[Excerpts from a dataset]
^^^^^^^^
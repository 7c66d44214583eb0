import type { Request, RequestHandler, Response } from 'express';
import type { z } from 'zod';
import { badRequest, validationFailed, type FieldErrors } from '../errors.js';

export const NUL_MESSAGE = 'Contains a character that is not allowed (NUL).';

/**
 * The fields of a parsed query or body whose name or text holds a NUL character, which no
 * PostgreSQL text value can store (OWASP ASVS 5.0 2.2.1: input matches its expected structure).
 */
export function nulFields(value: unknown, prefix = '', found: FieldErrors = {}, depth = 0): FieldErrors {
  if (typeof value === 'string') {
    if (value.includes('\0')) found[prefix || '_'] = NUL_MESSAGE;
  } else if (value && typeof value === 'object' && depth < 32) {
    for (const [k, v] of Object.entries(value)) {
      const key = prefix ? `${prefix}.${k}` : k;
      if (k.includes('\0')) found[key.replace(/\0/g, '\\0')] = NUL_MESSAGE;
      else nulFields(v, key, found, depth + 1);
    }
  }
  return found;
}

/**
 * Refuses, for every API request and before any route runs, a NUL character anywhere in the
 * path, the query string or a parsed body: one place, whichever schema the route uses.
 */
export const refuseNul: RequestHandler = (req, _res, next) => {
  const fields: FieldErrors = {};
  if (/%00/i.test(req.originalUrl.split('?')[0])) fields.path = NUL_MESSAGE;
  nulFields(req.query, '', fields);
  if (typeof req.body === 'string') nulFields(req.body, 'body', fields);
  else nulFields(req.body, '', fields);
  next(Object.keys(fields).length ? validationFailed(fields) : undefined);
};

/** An update that names no field: 400 `nothing_to_change`, never a silent no-op. */
const nothingToChange = () =>
  badRequest('nothing_to_change', 'Nothing to change: send at least one field to update.', { _: 'Nothing to change.' });

const namesNothing = (body: unknown) =>
  body === undefined || (!!body && typeof body === 'object' && !Array.isArray(body) && Object.values(body).every((v) => v === undefined));

/** A PATCH whose body (as sent, or once unknown keys are dropped) names no field. */
function isEmptyUpdate(req: Request, parsed: unknown) {
  return req.method === 'PATCH' && (namesNothing(req.body) || namesNothing(parsed));
}

/** Turns a zod error into `{ "field.path": "message" }`, the shape of the 400's `fields`. */
export function fieldErrors(error: z.ZodError): FieldErrors {
  const fields: FieldErrors = {};
  for (const issue of error.issues) {
    const key = issue.path.length ? issue.path.join('.') : '_';
    fields[key] ??= issue.message;
  }
  return fields;
}

/** Parses with a shared zod schema or throws the 400 that names each failing field. */
export function parseOrThrow<S extends z.ZodType>(schema: S, value: unknown): z.output<S> {
  const result = schema.safeParse(value);
  if (!result.success) throw validationFailed(fieldErrors(result.error));
  return result.data;
}

interface Schemas {
  body?: z.ZodType;
  query?: z.ZodType;
  params?: z.ZodType;
}

/** What `validated()` hands the handler: each part parsed by its schema. */
export type Parsed<S extends Schemas> = { [K in keyof S]: S[K] extends z.ZodType ? z.output<S[K]> : never };

/** A route handler that receives the request's parsed input. */
export type ValidatedHandler<S extends Schemas> = (input: Parsed<S>, req: Request, res: Response) => unknown;

/**
 * Parses the parts that have a schema (params, then query, then body; a missing part counts as
 * `{}`) and collects every failing field, so one 400 names them all.
 */
function parseParts<S extends Schemas>(schemas: S, req: Request): { input: Parsed<S> } | { fields: FieldErrors } {
  // Again here, for what a route's own parser read after refuseNul ran (a CSV body) and for path parameters.
  const fields: FieldErrors = nulFields(req.params);
  if (typeof req.body === 'string') nulFields(req.body, 'body', fields);
  if (Object.keys(fields).length) return { fields };
  const input: { body?: unknown; query?: unknown; params?: unknown } = {};
  for (const part of ['params', 'query', 'body'] as const) {
    const schema = schemas[part];
    if (!schema) continue;
    const result = schema.safeParse(req[part] ?? {});
    if (result.success) input[part] = result.data;
    else Object.assign(fields, fieldErrors(result.error));
  }
  if (Object.keys(fields).length) return { fields };
  if (schemas.body && isEmptyUpdate(req, input.body)) throw nothingToChange();
  // Each part present in S was parsed by its own schema above, so input holds exactly Parsed<S>.
  return { input: input as Parsed<S> };
}

/** What the check of a split validated() route parsed, for its handler (never read by routes). */
const parsedInput = new WeakMap<Request, unknown>();

/**
 * Validates the request against shared zod schemas: the 400 that names each failing field, or
 * the parsed (normalised) input kept for the handler of the same route (see `validated()`).
 */
function validate<S extends Schemas>(schemas: S): RequestHandler {
  return (req, _res, next) => {
    const parsed = parseParts(schemas, req);
    if ('fields' in parsed) return next(validationFailed(parsed.fields));
    parsedInput.set(req, parsed.input);
    next();
  };
}

/**
 * A route handler that receives its parsed input, typed from the shared schemas: no casts in
 * routes. Fails with the 400 that names each bad field before the handler runs.
 *
 *   router.patch('/:id', office, validated({ params: idParams, body: wallPatch }, async ({ params, body }, req, res) => {
 *     res.json(await walls.updateWall(actorOf(req), params.id, body));
 *   }));
 *
 * With a middleware between the schemas and the handler (an upload), that middleware runs after
 * the check and before the handler, so a bad id is refused before any file is read:
 *
 *   router.post('/:id/attachments', validated({ params: idParams }, singleFile(), async ({ params }, req, res) => { … }));
 */
export function validated<S extends Schemas>(schemas: S, handler: ValidatedHandler<S>): RequestHandler;
export function validated<S extends Schemas>(schemas: S, between: RequestHandler, handler: ValidatedHandler<S>): RequestHandler[];
export function validated<S extends Schemas>(
  schemas: S,
  ...rest: [ValidatedHandler<S>] | [RequestHandler, ValidatedHandler<S>]
): RequestHandler | RequestHandler[] {
  if (rest.length === 1) {
    const [handler] = rest;
    return (req, res, next) => {
      const parsed = parseParts(schemas, req);
      if ('fields' in parsed) return next(validationFailed(parsed.fields));
      return handler(parsed.input, req, res);
    };
  }
  const [between, handler] = rest;
  const run: RequestHandler = (req, res) => {
    const input = parsedInput.get(req) as Parsed<S>; // set by validate(schemas) just before
    parsedInput.delete(req);
    return handler(input, req, res);
  };
  return [validate(schemas), between, run];
}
^^^^^^^^
Which lines of the records contain the word "success"? Copy each of them.

  if (!result.success) throw validationFailed(fieldErrors(result.error));
    if (result.success) input[part] = result.data;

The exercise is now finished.